2) Tenha dinheiro na mão

Antes de sair pra negociação, junte o máximo de dinheiro que puder. Isso porque pagar à vista é sinônimo de desconto. Para os fornecedores, mais vale dinheiro na mão que prestações (elas pagam uma “comissão” para as empresas de cartões de crédito e cobram juros quando parcelamos no cheque).

3) Blefe

Para conseguir descontos, você precisa de moeda de barganha. Nunca ofereça de cara pagar da maneira que você pretende, seja ela qual for.

Logo que o vendedor diz o preço, faça uma carinha de quem não tem nem perto disso na conta (o que, na maioria das vezes, é a pura verdade).

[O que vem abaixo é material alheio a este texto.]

import { useMutation, useQueryClient } from '@tanstack/react-query';
import { client } from '../../../api/client';
import type { Schema } from '../../../api/schema';

/** A change of an account; `version` is the one that was seen, so that nobody overwrites what he or she did not see. */
export type UserChange =
  | { id: number; change: 'roles'; body: Schema<'NewRoles'> }
  | { id: number; change: 'deactivate' | 'reactivate'; body: Schema<'ReasonedChange'> };

async function changeUser({ id, change, body }: UserChange): Promise<void> {
  if (change === 'roles') await client.put(`/users/${id}/roles`, body);
  else await client.post(`/users/${id}/${change}`, body);
}

/** Roles, keeping out and letting back in; the list is read again whatever came of it. */
export function useChangeUser() {
  const queryClient = useQueryClient();
  return useMutation({
    mutationFn: changeUser,
    onSettled: () => queryClient.invalidateQueries({ queryKey: ['users'] }),
  });
}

Veja se ele consegue baixar um pouco o preço e pergunte qual é o maior prazo de parcelamento (mesmo tendo dinheiro para pagar à vista ou dar uma bela entrada).

4) Tire uma carta da manga por vez

Sempre que o vendedor te der um novo preço ou uma nova condição de pagamento, melhore a sua oferta. Só assim você chegará no melhor que ele pode oferecer.

Se, por exemplo, o preço inicial for R$ 1.000 e você puder pagar à vista, comece perguntando se dá para baixar o preço, em quantas vezes parcelam. O vendedor baixa o preço um pouquinho e parcela. Pergunte se ele te dá um desconto caso você dê R$ 200 de entrada e divida o resto. Se ele baixar, ofereça R$ 300 de entrada e assim por diante. No fim, pergunte como ficaria à vista. Com certeza, o preço será bem menor que o inicial.

Na minha experiência desse fim de semana, passamos horas negociando até que, depois de muita insistência, com a loja fechando e os vendedores loucos para irem embora, conseguimos um desconto de 35%!

5) Cuidado com as armadilhas

Os fornecedores sempre vão dizer que você precisa fechar o negócio no mesmo dia ou não poderão te dar as condições de pagamento que você quer. “A promoção é só por hoje“, “Amanhã vira o mês e já não consigo esse desconto” e  “Esse preço é só para este evento” são algumas das artimanhas que ouvi.

Com exceção de feiras de noiva, que realmente têm descontos especiais só por alguns dias, o resto é bobagem. Se você não se sente seguro para fechar o negócio, não feche. Caso volte para casa, pense e resolva contratar a tal empresa, duvido que dificultem. Eles precisam de você assim como você precisa deles.

6) Respeite seu bolso

Não importa qual foi o tamanho do desconto, se o preço ficou acima do que você pode pagar, não contrate. Pegar empréstimos e assumir dívidas maiores do que seu poder aquisitivo são armadilhas dolorosas para os noivos.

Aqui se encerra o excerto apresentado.